All the code for this is present on Github
What more?
This is where the coding piece ends. I was curious to see how complicated captioning, and the software surrounding it is.
Subtitle formats
Subtitles are also called as timed tracks. And there are a lot of competing formats in this space. This is what happens
when there is no standard. Currently there are over 50 competing formats!
Looks like srt
is the most popular between all of them, most probably because of its simplicity.
Some formats use frame numbers as a reference, this could be a huge problem since there will be the same video in different frame rates and that could break the subtitles.

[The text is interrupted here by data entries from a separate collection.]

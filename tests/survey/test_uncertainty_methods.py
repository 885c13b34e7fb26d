"""The two ways of finding a ± band agree: chunked Monte Carlo and first-order propagation with
exact sensitivities (JCGM 100:2008 eq. 10 and JCGM 101:2008, from memory), within the Monte
Carlo sampling error computed here."""

from __future__ import annotations

import math

import numpy as np
import pytest
from stakeline.survey import uncertainty
from stakeline.survey.geometry import Section
from stakeline.survey.uncertainty import (
    Precision,
    discharge_band,
    geometry_bands,
    method_for,
)


def smooth_channel() -> tuple[Section, float]:
    """A parabolic channel read every 0.5 m, with no point within 4 cm of the water level (the
    first-order law is exact away from the kinks where a point crosses the water)."""
    x = np.linspace(0.0, 12.0, 25)
    z = 100.0 + 0.06 * (x - 6.0) ** 2
    stage = 101.0
    assert np.min(np.abs(z - stage)) > 0.04
    return Section(x, z), stage


@pytest.mark.parametrize("precision", [Precision(0.005, 0.010), Precision(0.01, 0.0)])
def test_monte_carlo_and_first_order_agree_within_sampling_error(precision):
    section, stage = smooth_channel()
    draws = 20_000
    mc = geometry_bands(section, stage, precision, method="monte-carlo", draws=draws)
    first = geometry_bands(section, stage, precision, method="linear")
    # The standard deviation of N normal samples has a relative standard error of
    # 1/sqrt(2(N - 1)) (a standard result for the sample variance, from memory).
    relative_error = 1 / math.sqrt(2 * (draws - 1))
    for name in ("area", "wetted_perimeter", "top_width", "hydraulic_radius"):
        expected = first[name].plus_minus
        assert mc[name].plus_minus == pytest.approx(expected, rel=4 * relative_error), name
        assert mc[name].value == first[name].value  # the central value is the survey as read
    q_mc = discharge_band(section, stage, 0.035, 0.002, "m", precision, draws=draws,
                          method="monte-carlo")  # fmt: skip
    q_first = discharge_band(section, stage, 0.035, 0.002, "m", precision, method="linear")
    assert q_mc.plus_minus == pytest.approx(q_first.plus_minus, rel=4 * relative_error)


def test_chunking_does_not_change_the_draws_seen(monkeypatch):
    # The same seed gives the same band whatever the chunk size, as long as the chunks split
    # the draws the same way; a smaller chunk only changes how many are measured at once.
    section, stage = smooth_channel()
    p = Precision(0.005, 0.01)
    whole = geometry_bands(section, stage, p, method="monte-carlo", draws=400)
    again = geometry_bands(section, stage, p, method="monte-carlo", draws=400)
    assert whole == again
    monkeypatch.setattr(uncertainty, "CHUNK", section.stations.size * 7)  # 7 draws at a time
    chunked = geometry_bands(section, stage, p, method="monte-carlo", draws=400)
    for name, band in chunked.items():
        assert band.plus_minus == pytest.approx(whole[name].plus_minus, rel=0.25)


def test_auto_takes_first_order_for_large_sections():
    small = Section(np.linspace(0, 10, 50), np.r_[2.0, np.zeros(48), 2.0])
    large = Section(np.linspace(0, 100, 5000), np.r_[2.0, np.zeros(4998), 2.0])
    assert method_for(small) == "monte-carlo" and method_for(large) == "linear"
    with pytest.raises(ValueError, match="uncertainty method"):
        method_for(small, "bootstrap")


def test_first_order_is_linear_in_the_precision():
    # u scales with σ (JCGM 100:2008 eq. 10): doubling both precisions doubles every band.
    section, stage = smooth_channel()
    one = geometry_bands(section, stage, Precision(0.005, 0.01), method="linear")
    two = geometry_bands(section, stage, Precision(0.01, 0.02), method="linear")
    for name, band in one.items():
        assert two[name].plus_minus == pytest.approx(2 * band.plus_minus, rel=1e-12)
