"""Tests of stakeline.survey.uncertainty: propagation of reading precision, against the closed-form law."""

from __future__ import annotations

import math
from pathlib import Path

import numpy as np
import pytest
from hypothesis import given, settings
from hypothesis import strategies as st
from numpy.testing import assert_allclose
from stakeline.errors import SurveyError
from stakeline.files.section_csv import read_section_csv
from stakeline.survey.geometry import Section
from stakeline.survey.roughness import roughness
from stakeline.survey.uncertainty import (
    Band,
    Precision,
    discharge_band,
    discharge_for_roughness,
    figures_at,
    geometry_bands,
)

DEMO = Path(__file__).resolve().parents[2] / "demo_data" / "xs1_2026-04-14.csv"


def flat_channel(width=4.0, points=9, wall=2.0):
    inner = np.linspace(0.0, width, points)
    return Section([0.0, *inner, width], [wall, *np.zeros(points), wall])


def flat_area_variance(width, points, depth, precision):
    """Law of propagation of uncertainty (JCGM 100:2008, eq. 10) for a flat bed between walls.

    dA/dz_i = -(x_{i+1} - x_{i-1})/2 for each bed point (ends: half a panel); the two walls move
    the width, dA/dx = -y and +y; interior stations on a flat bed do not change the area.
    """
    step = width / (points - 1)
    weights = np.full(points, step)
    weights[[0, -1]] = step / 2
    return precision.reading**2 * np.sum(weights**2) + 2 * (precision.station * depth) ** 2


def test_linear_band_matches_closed_form():
    p = Precision(0.005, 0.010)
    band = geometry_bands(flat_channel(), 0.8, p, method="linear")["area"]
    expected = 2 * math.sqrt(flat_area_variance(4.0, 9, 0.8, p))
    assert_allclose(band.value, 4.0 * 0.8, rtol=1e-12)
    assert_allclose(band.plus_minus, expected, rtol=1e-6)


def test_monte_carlo_band_matches_closed_form():
    p = Precision(0.005, 0.010)
    band = geometry_bands(flat_channel(), 0.8, p, method="monte-carlo", draws=4000)["area"]
    expected = 2 * math.sqrt(flat_area_variance(4.0, 9, 0.8, p))
    # The standard deviation of 4000 draws is known to about 1/sqrt(2*4000) = 1.1 %.
    assert band.plus_minus == pytest.approx(expected, rel=0.05)
    assert band.low < band.value < band.high


def test_methods_agree_on_the_demo_section():
    rows = read_section_csv(DEMO)
    section = Section(rows.stations, rows.elevations)
    p = Precision.default("m")
    mc = geometry_bands(section, 99.98, p)
    lin = geometry_bands(section, 99.98, p, method="linear")
    for name in ("area", "wetted_perimeter", "top_width"):
        assert mc[name].plus_minus == pytest.approx(lin[name].plus_minus, rel=0.1)


def test_fixed_seed_repeats():
    p = Precision(0.01, 0.02)
    a = geometry_bands(flat_channel(), 0.5, p, seed=7)
    b = geometry_bands(flat_channel(), 0.5, p, seed=7)
    c = geometry_bands(flat_channel(), 0.5, p, seed=8)
    assert a == b
    assert a["area"] != c["area"]


def test_zero_precision_gives_zero_band():
    bands = geometry_bands(flat_channel(), 0.5, Precision(0.0, 0.0))
    assert all(b.plus_minus == pytest.approx(0.0, abs=1e-12) for b in bands.values())


def test_precision_defaults_and_validation():
    # Defaults named in the issue: 5 mm / 10 mm, or 0.02 ft / 0.03 ft (common practice).
    assert Precision.default("m") == Precision(0.005, 0.010)
    assert Precision.default("ft") == Precision(0.02, 0.03)
    with pytest.raises(SurveyError):
        Precision(-0.001, 0.01)
    with pytest.raises(SurveyError):
        geometry_bands(flat_channel(), 0.5, Precision(0.01, 0.01), method="guess")


@settings(max_examples=60, deadline=None)
# Readings to the micrometre: sub-micrometre rises are flat by design in stakeline.survey.geometry.
@given(
    st.lists(st.floats(0.0, 3.0).map(lambda v: round(v, 6)), min_size=3, max_size=30),
    st.floats(0.0, 3.0).map(lambda v: round(v, 6)),
)
def test_vectorised_figures_match_the_geometry_core(depths, stage):
    z = np.array([3.0, *depths, 3.0])
    x = np.linspace(0.0, 10.0, z.size)
    got = figures_at(x, z, stage)
    w = Section(x, z).at(stage)
    for name in ("area", "wetted_perimeter", "top_width", "hydraulic_radius"):
        assert_allclose(got[name][0], getattr(w, name), rtol=1e-9, atol=1e-12)


def test_discharge_at_low_and_high_n():
    section = flat_channel()
    row = roughness("mountain-gravel")
    q = discharge_for_roughness(section, 0.8, row, 0.003, "m")
    # Manning: Q is inversely proportional to n (closed form).
    assert_allclose(q["minimum"], q["normal"] * row.normal / row.minimum, rtol=1e-12)
    assert_allclose(q["maximum"], q["normal"] * row.normal / row.maximum, rtol=1e-12)


def test_n_dominates_discharge_uncertainty_on_the_demo():
    rows = read_section_csv(DEMO)
    section = Section(rows.stations, rows.elevations)
    row = roughness("mountain-gravel")
    band = discharge_band(section, 99.98, row.normal, 0.004, "m", Precision.default("m"))
    q = discharge_for_roughness(section, 99.98, row, 0.004, "m")
    assert band.plus_minus > 0
    assert q["minimum"] - q["maximum"] > 10 * band.plus_minus


def test_band_text():
    assert Band(2.5, 0.0123, 2.49, 2.51).text(3) == "2.500 ± 0.012"
    assert Band(2.0, 0.1, 1.9, 2.1).relative == pytest.approx(0.05)


def test_vectorised_figures_with_vertical_walls():
    # Chow (1959) Table 2-1 rectangle b = 2, y = 1: A = 2, P = b + 2y = 4, T = 2.
    got = figures_at([0, 0, 2, 2], [2, 0, 0, 2], 1.0)
    assert_allclose(
        [got["area"][0], got["wetted_perimeter"][0], got["top_width"][0]], [2.0, 4.0, 2.0]
    )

Additional features supported by different Captioning specifications
Also, positioning should be a part of the spec. Subtitles cannot be shown always at the bottom, if there is something
important going on at the bottom end of the screen. The sub will shadow that. As far as I know srt
does not support this.
Another thing which needs to be included is the color. This can be achieved through html tags. Some players just do it in white with a black back shadow. That seems to mostly work as well. All the media players need to support some level of HTML tags.
Positioning and its importance
This gets more interesting, I thought the subtitles are usually either placed on the top or the bottom of the screen. Looks like japanese subtitles are placed on the right and left ends of the screen instead of top or bottom.
Forced Narrative
All captions are not created equal. Imagine you are watching an english movie which has some parts in italian. Even though the subtitles are switched off, Netflix will show subtitles for the parts which are in italian. This is called as forced narrative.

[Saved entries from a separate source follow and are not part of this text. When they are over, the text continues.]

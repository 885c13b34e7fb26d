"""Tests of stakeline.survey.roughness against the published table it reproduces."""

from __future__ import annotations

import pytest
from stakeline.errors import SurveyError
from stakeline.survey.roughness import ROUGHNESS, SOURCE, roughness, roughness_keys, row_for_n

# Chow, V. T. (1959), Open-Channel Hydraulics, Table 5-6 (natural streams D-1 and flood plains
# D-2), minimum / normal / maximum n, as transcribed in the project reference notes (the values
# the module must reproduce; not re-read in the book for this test).
CHOW_TABLE_5_6 = {
    "clean-straight": (0.025, 0.030, 0.033),
    "clean-straight-stony": (0.030, 0.035, 0.040),
    "clean-winding": (0.033, 0.040, 0.045),
    "winding-weedy": (0.035, 0.045, 0.050),
    "sluggish-weedy": (0.050, 0.070, 0.080),
    "very-weedy": (0.075, 0.100, 0.150),
    "mountain-gravel": (0.030, 0.040, 0.050),
    "mountain-boulders": (0.040, 0.050, 0.070),
    "pasture-short": (0.025, 0.030, 0.035),
}


@pytest.mark.parametrize(("key", "values"), sorted(CHOW_TABLE_5_6.items()))
def test_values_match_chow_table_5_6(key, values):
    row = roughness(key)
    assert (row.minimum, row.normal, row.maximum) == values


def test_every_row_is_ordered_and_described():
    assert len(ROUGHNESS) == len(CHOW_TABLE_5_6)
    for row in ROUGHNESS:
        assert 0 < row.minimum <= row.normal <= row.maximum < 0.2
        assert row.description
    assert "Chow" in SOURCE and "5-6" in SOURCE


def test_unknown_key_lists_the_known_ones():
    with pytest.raises(SurveyError, match="clean-straight"):
        roughness("glass")


def test_value_and_lookup_by_n():
    row = roughness("mountain-gravel")
    assert row.value("maximum") == 0.05
    with pytest.raises(SurveyError):
        row.value("typical")
    assert row_for_n(0.07).key == "sluggish-weedy"
    assert row_for_n(0.0123) is None
    assert roughness_keys()[0] == "clean-straight"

This is decided by the movie-makers. If the character in the movie does not know the language, then the director can choose not to show FN captions because they want you to see the world as the character sees it.
Captioning software
Of course there are services which will auto subtitle videos. For example, Veed
Captioning software is not cheap either, MacCaption starts from 1898$, and the enterprise edition goes up till 15525$. EZtitles starts from 1,720 € and goes up to 2,380 €.
Law
This blew my mind. Apparently there are laws surrounding captioning. It is a part of the "Americans with Disabilities" act, "Rehabilitation Act" and "21st Century Communications and Video Accessibility Act" that captioning is mandatory!
That is the reason why all US material on Amazon Prime and Netflix etc have captions.